Lake Harding, also known as Bartlett's Ferry Lake, is a 5850 acre reservoir on the Chattahoochee River. The lake is formed by Bartlett's Ferry Dam, and the border between Georgia and Alabama traverses the main channel along the western side of the lake. The Georgia side lies entirely within Harris County while the Alabama shoreline's entirety is in Lee County. Lake Harding is a deep lake with a depth of over 100 ft at the dam itself.

The lake was originally built by the Columbus Power Company in 1926 to generate hydroelectric power. The lake was named after R.M. Harding, a power company official. The dam and lake were bought by Georgia Power in 1930.

Over the years, Lake Harding has become a popular recreational area with local residents from the Columbus metro area, many of whom have built lake homes along the well-developed shoreline on both the Alabama and Georgia sides of the lake.

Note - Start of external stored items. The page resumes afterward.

/* SPDX-License-Identifier: GPL-3.0-or-later */
#include "cli/file.h"

#include "base/error.h"

#include <errno.h>
#include <stdio.h>
#include <string.h>

enum { BLOCK = 16 * 1024 };

static enum rf_status read_stream(FILE *file, const char *name, size_t most, struct text *content,
                                  struct rf_error *error)
{
    char block[BLOCK];
    size_t n;
    errno = 0;
    while (!content->failed && (n = fread(block, 1, sizeof block, file)) > 0) {
        text_append(content, block, n);
        if (content->length > most)
            return fail(error, RF_LIMIT, "%s: found more than %zu MiB; needs less", name,
                        most / (1024 * 1024));
    }
    if (content->failed)
        return fail_memory(error);
    if (ferror(file))
        return fail(error, RF_IO, "%s: cannot be read: %s", name, strerror(errno));
    return RF_OK;
}

enum rf_status file_read(const char *path, size_t most, struct text *content,
                         struct rf_error *error)
{
    if (strcmp(path, "-") == 0)
        return read_stream(stdin, "standard input", most, content, error);
    FILE *file = fopen(path, "rb");
    if (file == NULL)
        return fail(error, RF_IO, "%s: cannot be opened: %s", path, strerror(errno));
    enum rf_status status = read_stream(file, path, most, content, error);
    fclose(file);
    return status;
}

enum rf_status file_write(const char *path, const struct text *content, struct rf_error *error)
{
    if (content->failed)
        return fail_memory(error);
    FILE *file = fopen(path, "wb");
    if (file == NULL)
        return fail(error, RF_IO, "%s: cannot be opened for writing: %s", path, strerror(errno));
    const char *bytes = content->bytes != NULL ? content->bytes : "";
    bool written = fwrite(bytes, 1, content->length, file) == content->length;
    int reason = errno;
    bool closed = fclose(file) == 0;
    if (!written || !closed)
        return fail(error, RF_IO, "%s: cannot be written: %s", path,
                    strerror(written ? errno : reason));
    return RF_OK;
}
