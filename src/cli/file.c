/* SPDX-License-Identifier: GPL-3.0-or-later */
#include "cli/file.h"

#include "base/error.h"

#include <errno.h>
#include <stdio.h>
#include <string.h>

enum rf_status file_write(const char *path, const struct text *content, struct rf_error *error)
{
    if (content->failed)
        return fail_memory(error);
    FILE *file = fopen(path, "wb");
    if (file == NULL)
        return fail(error, RF_IO, "%s: cannot be opened for writing: %s", path, strerror(errno));
    const char *bytes = content->bytes != NULL ? content->bytes : "";
    bool written = fwrite(bytes, 1, content->length, file) == content->length;
    int reason = errno;
    bool closed = fclose(file) == 0;
    if (!written || !closed)
        return fail(error, RF_IO, "%s: cannot be written: %s", path,
                    strerror(written ? errno : reason));
    return RF_OK;
}
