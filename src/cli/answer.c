/* SPDX-License-Identifier: GPL-3.0-or-later */
#include "cli/command.h"

#include "base/error.h"
#include "cli/file.h"
#include "report/words.h"
#include "report/wrap.h"
#include "simulation/simulation.h"

#include <math.h>
#include <stdlib.h>
#include <string.h>

enum { TRUTH_MOST = 2 * JOB_MAX_BYTES };

static const char *const look_words[N_LOOKS] = {[LOOK_OPEN] = "look", [LOOK_CHECK] = "check"};

/* --- a question's words --- */

static enum rf_status no_such(const char *what, const char *word, const char *const known[],
                              size_t n, struct rf_error *error)
{
    const char *nearest = text_nearest(word, known, n);
    if (nearest != NULL)
        return fail(error, RF_USAGE, "answer: no %s %s; did you mean %s?", what, word, nearest);
    return fail(error, RF_USAGE, "answer: no %s %s; ringfettle answer --help says what there is",
                what, word);
}

static enum rf_status no_such_place(const struct rf_job *job, const char *word,
                                    struct rf_error *error)
{
    struct text places = {0};
    job_list_places(job, false, &places);
    enum rf_status status =
        places.failed
            ? fail_memory(error)
            : fail(error, RF_USAGE, "answer: no place %s; the ring has %s", word, places.bytes);
    text_finish(&places);
    return status;
}

static enum rf_status read_measurement(const struct rf_job *job, const char *setup_name,
                                       const char *place, struct measurement *measurement,
                                       struct rf_error *error)
{
    const char *names[N_SETUPS + N_LOOKS];
    size_t setup = setup_find(setup_name);
    for (size_t i = 0; i < N_SETUPS; i++)
        names[i] = setups[i].name;
    for (size_t i = 0; i < N_LOOKS; i++)
        names[N_SETUPS + i] = look_words[i];
    if (setup == N_SETUPS)
        return no_such("set-up", setup_name, names, N_SETUPS + N_LOOKS, error);

    *measurement = (struct measurement){.setup = setup, .spot = SPOT_POINT};
    for (int spot = 0; spot < N_SPOTS; spot++)
        if (spot != SPOT_POINT && strcmp(spot_keys[spot], place) == 0) {
            measurement->spot = (enum spot)spot;
            if ((setups[setup].spots & 1u << spot) != 0)
                return RF_OK;
            return fail(error, RF_USAGE, "answer: nothing is read at %s in %s", place, setup_name);
        }
    measurement->place = job_find_place(job, place);
    if (measurement->place == job->n_places)
        return no_such_place(job, place, error);
    if (!place_has_front(job, measurement->place))
        return fail(error, RF_USAGE, "answer: %s is a junction box; nothing is read there", place);
    if ((setups[setup].spots & 1u << SPOT_POINT) == 0)
        return fail(error, RF_USAGE, "answer: nothing is read at a point in %s", setup_name);
    return RF_OK;
}

/* A place, the board, or a run by its two places. */
static enum rf_status read_look(const struct rf_job *job, enum look_kind kind,
                                char *const operands[], size_t n, struct look *look,
                                struct rf_error *error)
{
    size_t places[2] = {0};
    *look = (struct look){.kind = kind, .where = LOOK_AT_BOARD};
    if (n == 1 && strcmp(operands[0], "board") == 0)
        return RF_OK;
    for (size_t i = 0; i < n; i++) {
        places[i] = job_find_place(job, operands[i]);
        if (places[i] == job->n_places)
            return no_such_place(job, operands[i], error);
    }
    if (n == 1) {
        if (place_is_end(job, places[0]))
            return RF_OK; /* an end is at the board */
        look->where = LOOK_AT_PLACE;
        look->index = places[0];
        return RF_OK;
    }
    look->where = LOOK_IN_RUN;
    look->index = job_find_run(job, places[0], places[1]);
    if (look->index == n_runs(job))
        return fail(error, RF_USAGE, "answer: no run from %s to %s", operands[0], operands[1]);
    return RF_OK;
}

/* --- answers --- */

static enum rf_status answer_reading(const struct invocation *invocation, const struct truth *truth,
                                     size_t repeat, struct text *out, struct rf_error *error)
{
    struct measurement measurement;
    struct shown shown;
    enum rf_status status = read_measurement(truth->job, invocation->operands[1],
                                             invocation->operands[2], &measurement, error);
    if (status == RF_OK && invocation->n_operands > 3)
        status = fail(error, RF_USAGE, "answer: nothing to do with %s", invocation->operands[3]);
    if (status == RF_OK)
        status = truth_answer(truth, &measurement, repeat, &shown, error);
    if (status == RF_OK && shown.open)
        text_add(out, "open\n");
    else if (status == RF_OK)
        text_addf(out, "%.2f\n", shown.ohms);
    return status;
}

static enum rf_status answer_look(const struct invocation *invocation, const struct truth *truth,
                                  enum look_kind kind, struct text *out, struct rf_error *error)
{
    struct look look;
    size_t fault = 0;
    enum rf_status status = read_look(truth->job, kind, invocation->operands + 2,
                                      invocation->n_operands - 2, &look, error);
    if (status != RF_OK)
        return status;
    struct text words = {0};
    if (truth_look(truth, &look, &fault)) {
        const struct fault *found = &truth->hypothesis.faults[fault];
        text_add(&words, "found: ");
        found->family->describe(found, truth->job, &words);
    } else {
        text_add(&words, "nothing wrong there");
    }
    if (!words.failed)
        wrap_words(out, "", "  ", words.bytes);
    out->failed = out->failed || words.failed;
    text_finish(&words);
    return RF_OK;
}

static enum rf_status read_repeat(const struct invocation *invocation, size_t *repeat,
                                  struct rf_error *error)
{
    const char *value = option_value(invocation, "repeat");
    char *end = NULL;
    if (value == NULL)
        return RF_OK;
    unsigned long read = strtoul(value, &end, 10);
    if (value[0] < '1' || value[0] > '9' || *end != '\0' || read > JOB_MAX_READINGS)
        return fail(error, RF_USAGE,
                    "answer: --repeat: found %s; needs a whole number from 1 to %d", value,
                    (int)JOB_MAX_READINGS);
    *repeat = read - 1;
    return RF_OK;
}

static enum rf_status answer(const struct invocation *invocation, const struct rf_models *models,
                             struct rf_error *error)
{
    const char *path = invocation->operands[0];
    struct truth *truth = NULL;
    struct text file = {0}, out = {0};
    size_t repeat = 0, kind = 0;
    enum rf_status status = read_repeat(invocation, &repeat, error);
    if (status == RF_OK)
        status = file_read(path, TRUTH_MOST, &file, error);
    if (status == RF_OK)
        status =
            truth_read(file.bytes != NULL ? file.bytes : "", file.length,
                       strcmp(path, "-") == 0 ? "standard input" : path, models, &truth, error);
    while (kind < N_LOOKS && strcmp(look_words[kind], invocation->operands[1]) != 0)
        kind++;
    if (status == RF_OK)
        status = kind < N_LOOKS ? answer_look(invocation, truth, (enum look_kind)kind, &out, error)
                                : answer_reading(invocation, truth, repeat, &out, error);
    if (status == RF_OK)
        status = put(&out, error);
    truth_destroy(truth);
    text_finish(&file);
    text_finish(&out);
    return status;
}

static enum rf_class run(const struct invocation *invocation)
{
    return run_with_models(invocation, answer);
}

const struct command command_answer = {
    .name = "answer",
    .summary = "take one more reading, or a look, on a ring whose truth was held back",
    .operands = "TRUTH SETUP PLACE | TRUTH look PLACE [PLACE] | TRUTH check PLACE",
    .about =
        "TRUTH is what ringfettle simulate --hold-back wrote. With a set-up and a place, as job "
        "files name them, it answers what the meter shows there: ohms, or open for over range. "
        "The same question gets the same answer.\n\n"
        "With look it says what one finds with that accessory off, in the board, or along the run "
        "between two places; with check what one finds at the face.",
    .n_options = 2,
    .options =
        {
            {"repeat", "N", "the reading taken for the N-th time, from 1; else the first"},
            {"models", "DIR", "the models the truth was made with, if not those compiled in"},
        },
    .least = 3,
    .most = 4,
    .needs = "a truth, and what to read or look at",
    .run = run,
};
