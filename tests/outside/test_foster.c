/* SPDX-License-Identifier: GPL-3.0-or-later */
/*
 * Theorems that hold for every network of resistors, tried on seeded random ones with links,
 * parallel edges, self loops and several components.
 */
#include "network/loops.h"

#include "../rings.h"
#include "../suite.h"

#include <check.h>

enum { NODES = 12, EDGES = 26, NETWORKS = 300 };

struct network {
    size_t nodes, n;
    struct edge edges[EDGES];
    double r[EDGES];
    int group[NODES];     /* nodes that links join have one group */
    int component[NODES]; /* … and that any edges join, one component */
};

/* Repeated relabelling: slow and plain, on purpose not the way of the code under test. */
static void relabel(const struct network *network, int label[NODES], bool links_only)
{
    for (size_t v = 0; v < network->nodes; v++)
        label[v] = (int)v;
    for (bool changed = true; changed;) {
        changed = false;
        for (size_t e = 0; e < network->n; e++) {
            const struct edge *edge = &network->edges[e];
            int *a = &label[edge->a], *b = &label[edge->b];
            if ((links_only && !edge->zero) || *a == *b)
                continue;
            *a = *b = *a < *b ? *a : *b;
            changed = true;
        }
    }
}

static void draw(struct network *network, uint64_t *seed)
{
    network->nodes = 2 + random_below(seed, NODES - 1);
    network->n = 1 + random_below(seed, EDGES);
    for (size_t e = 0; e < network->n; e++) {
        network->edges[e].a = (int)random_below(seed, network->nodes);
        network->edges[e].b = (int)random_below(seed, network->nodes);
        network->edges[e].zero = random_unit(seed) < 0.1;
        network->r[e] = random_between(seed, 1e-3, 1e2);
    }
    relabel(network, network->group, true);
    relabel(network, network->component, false);
}

static struct loops *loops;
static uint64_t seed;

static void set_up(void)
{
    seed = 1949;
    loops = loops_create(NODES, EDGES, EDGES, EDGES);
    ck_assert_ptr_nonnull(loops);
}

static void tear_down(void)
{
    loops_destroy(loops);
}

/* A probe across every edge. */
static void analyse(const struct network *network)
{
    struct probe probes[EDGES];
    for (size_t e = 0; e < network->n; e++)
        probes[e] = (struct probe){network->edges[e].a, network->edges[e].b};
    ck_assert_int_eq(
        loops_analyse(loops, network->nodes, network->edges, network->n, probes, network->n),
        RF_OK);
}

static void factor(const double r_of_edge[])
{
    const int *edge_of_column;
    double r[EDGES];
    size_t columns = loops_columns(loops, &edge_of_column);
    for (size_t c = 0; c < columns; c++)
        r[c] = r_of_edge[edge_of_column[c]];
    ck_assert_int_eq(loops_factor(loops, r), RF_OK);
}

/* R. M. Foster, "The average impedance of an electrical network", 1949: over the edges of a
 * connected network, Σ R_e / r_e = nodes − 1, R_e being the resistance across edge e. */
START_TEST(foster)
{
    size_t several = 0;
    for (int i = 0; i < NETWORKS; i++) {
        struct network network;
        double sum[NODES] = {0};
        int groups[NODES] = {0}, found = 0;
        draw(&network, &seed);
        analyse(&network);
        factor(network.r);
        for (size_t e = 0; e < network.n; e++)
            if (!network.edges[e].zero)
                sum[network.component[network.edges[e].a]] +=
                    loops_read(loops, e, NULL, NULL) / network.r[e];
        for (size_t v = 0; v < network.nodes; v++)
            if (network.group[v] == (int)v)
                groups[network.component[v]]++;
        for (size_t v = 0; v < network.nodes; v++)
            if (network.component[v] == (int)v) {
                ck_assert_double_eq_tol(sum[v], groups[v] - 1, 1e-9);
                found += groups[v] > 1;
            }
        several += found > 1;
    }
    ck_assert_uint_gt(several, NETWORKS / 20); /* the draw was not all of one component */
}
END_TEST

/* ∂R/∂(log r_e) = r_e i_e² (Cohn's theorem) against central differences. */
START_TEST(powers_are_the_sensitivities)
{
    const double h = 1e-4;
    for (int i = 0; i < NETWORKS / 5; i++) {
        struct network network;
        const int *edge_of_column;
        double power[EDGES];
        draw(&network, &seed);
        analyse(&network);
        size_t columns = loops_columns(loops, &edge_of_column);
        for (size_t probe = 0; probe < network.n; probe++)
            for (size_t c = 0; c < columns; c++) {
                double r[EDGES], value[2];
                memcpy(r, network.r, sizeof r);
                for (int side = 0; side < 2; side++) {
                    r[edge_of_column[c]] = network.r[edge_of_column[c]] * exp(side ? h : -h);
                    factor(r);
                    value[side] = loops_read(loops, probe, NULL, NULL);
                }
                factor(network.r);
                double reading = loops_read(loops, probe, power, NULL);
                ck_assert_double_eq_tol(power[c], (value[1] - value[0]) / (2 * h),
                                        1e-7 * (reading + 1e-6));
            }
    }
}
END_TEST

/* Reciprocity, in any handbook of networks (from memory): 1 A through probe e makes the
 * voltage across f that 1 A through f makes across e. */
START_TEST(reciprocity)
{
    for (int i = 0; i < NETWORKS; i++) {
        struct network network;
        const int *edge_of_column;
        static double voltage[EDGES][EDGES];
        memset(voltage, 0, sizeof voltage);
        draw(&network, &seed);
        analyse(&network);
        factor(network.r);
        size_t columns = loops_columns(loops, &edge_of_column);
        for (size_t e = 0; e < network.n; e++) {
            double current[EDGES] = {0};
            double own = loops_read(loops, e, NULL, current);
            for (size_t c = 0; c < columns; c++)
                voltage[e][edge_of_column[c]] = current[c] * network.r[edge_of_column[c]];
            if (!network.edges[e].zero)
                ck_assert_double_eq_tol(voltage[e][e], own, 1e-10 * (own + 1));
        }
        for (size_t e = 0; e < network.n; e++)
            for (size_t f = 0; f < e; f++)
                if (!network.edges[e].zero && !network.edges[f].zero)
                    ck_assert_double_eq_tol(voltage[e][f], voltage[f][e], 1e-10);
    }
}
END_TEST

/* Rayleigh's law: more resistance anywhere, or an edge cut, lowers no reading; a short raises none
 * (P. G. Doyle and J. L. Snell, "Random Walks and Electric Networks", 1984). */
START_TEST(rayleigh)
{
    for (int i = 0; i < NETWORKS; i++) {
        struct network network, cut, shorted;
        double before[EDGES], r[EDGES];
        draw(&network, &seed);
        analyse(&network);
        factor(network.r);
        for (size_t e = 0; e < network.n; e++)
            before[e] = loops_read(loops, e, NULL, NULL);
        size_t changed = random_below(&seed, network.n);
        memcpy(r, network.r, sizeof r);
        r[changed] *= 3;
        factor(r);
        for (size_t e = 0; e < network.n; e++)
            ck_assert_double_ge(loops_read(loops, e, NULL, NULL), before[e] * (1 - 1e-12));

        shorted = network;
        shorted.edges[changed].zero = true;
        analyse(&shorted);
        factor(network.r);
        for (size_t e = 0; e < network.n; e++)
            ck_assert_double_le(loops_read(loops, e, NULL, NULL), before[e] * (1 + 1e-12));

        cut = network;
        cut.edges[changed].b = cut.edges[changed].a;
        analyse(&cut);
        factor(network.r);
        for (size_t e = 0; e < network.n; e++)
            if (e != changed && loops_has_path(loops, e))
                ck_assert_double_ge(loops_read(loops, e, NULL, NULL), before[e] * (1 - 1e-12));
    }
}
END_TEST

int main(void)
{
    Suite *suite = suite_create("foster");
    TCase *cases = tcase_create("foster");
    suite_add_tcase(suite, cases);
    tcase_add_checked_fixture(cases, set_up, tear_down);
    tcase_set_timeout(cases, 60);
    tcase_add_test(cases, foster);
    tcase_add_test(cases, powers_are_the_sensitivities);
    tcase_add_test(cases, reciprocity);
    tcase_add_test(cases, rayleigh);
    return run_suite(suite);
}
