/* SPDX-License-Identifier: GPL-3.0-or-later */
#include "faults/pieces.h"
#include "faults/places.h"

static void enumerate(const struct rf_job *job, const struct rf_models *models,
                      fault_callback *callback, void *context)
{
    (void)models;
    enumerate_runs(&fault_family_break, job, WHOLE_CABLE + 1, callback, context);
}

static void apply(const struct fault *fault, struct wiring *wiring, double median, int parameter)
{
    (void)median;
    (void)parameter;
    for (int c = 0; c < N_CONDUCTORS; c++)
        if (fault->conductor == WHOLE_CABLE || fault->conductor == c)
            pieces_take_out(wiring, fault->run, (enum conductor)c);
}

static void looks(const struct fault *fault, const struct rf_job *job,
                  const struct rf_models *models, look_callback *callback, void *context)
{
    const struct family_prior *row = models_family(models, fault->family->name);
    bool whole = fault->conductor == WHOLE_CABLE;
    look_along_run(job, fault->run, family_share(row, whole ? "whole_end" : "end"),
                   family_share(row, whole ? "whole_inside" : "inside"), callback, context);
}

/* On a spur a broken live conductor, or the whole cable, leaves what is behind it dead; on the
 * ring one half goes on feeding all. */
static enum danger danger(const struct fault *fault, const struct rf_job *job)
{
    if (fault->conductor == CPC)
        return DANGER_CPC_BROKEN;
    return run_on_ring(job, fault->run) ? DANGER_RING_BROKEN : DANGER_NONE;
}

static void describe_kind(const struct fault *fault, struct text *out)
{
    text_addf(out, "%s broken",
              fault->conductor == WHOLE_CABLE ? "whole cable" : conductor_words[fault->conductor]);
}

static void describe(const struct fault *fault, const struct rf_job *job, struct text *out)
{
    describe_kind(fault, out);
    say_in_run(job, fault->run, out);
}

static const char *const share_names[] = {"end", "inside", "whole_end", "whole_inside"};

const struct fault_family fault_family_break = {
    .name = "break",
    .fields = FIELD_RUN | FIELD_ANY_CONDUCTOR,
    .enumerate = enumerate,
    .apply = apply,
    .looks = looks,
    .share_names = share_names,
    .n_shares = 4,
    .danger = danger,
    .describe = describe,
    .describe_kind = describe_kind,
    .span = span_run,
};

Three major tributaries flow into the lake. On the Alabama side, Osanippa Creek rises near Cusseta in southern Chambers County and flows southeast into the northern end of the lake, while Halawakee Creek rises near Oak Bowery, also in southern Chambers County, and then flows east through northeastern Lee County and the northern fringes of Opelika before deepening and widening greatly prior to its junction with the lake. On the Georgia side, Mountain Oak Creek flows out of Piedmont Lake near Whitesville in Harris County southwestward into the lake, with its mouth nearly due east of the mouth of Osanippa Creek on the Alabama side.

Lake Harding features several islands. One of the most notable is Huston's Island, which contains the ruins of an old lake house.

Lake Harding is the practice site of the Auburn University Club Rowing Team. The team can frequently be seen practicing on early weekday mornings.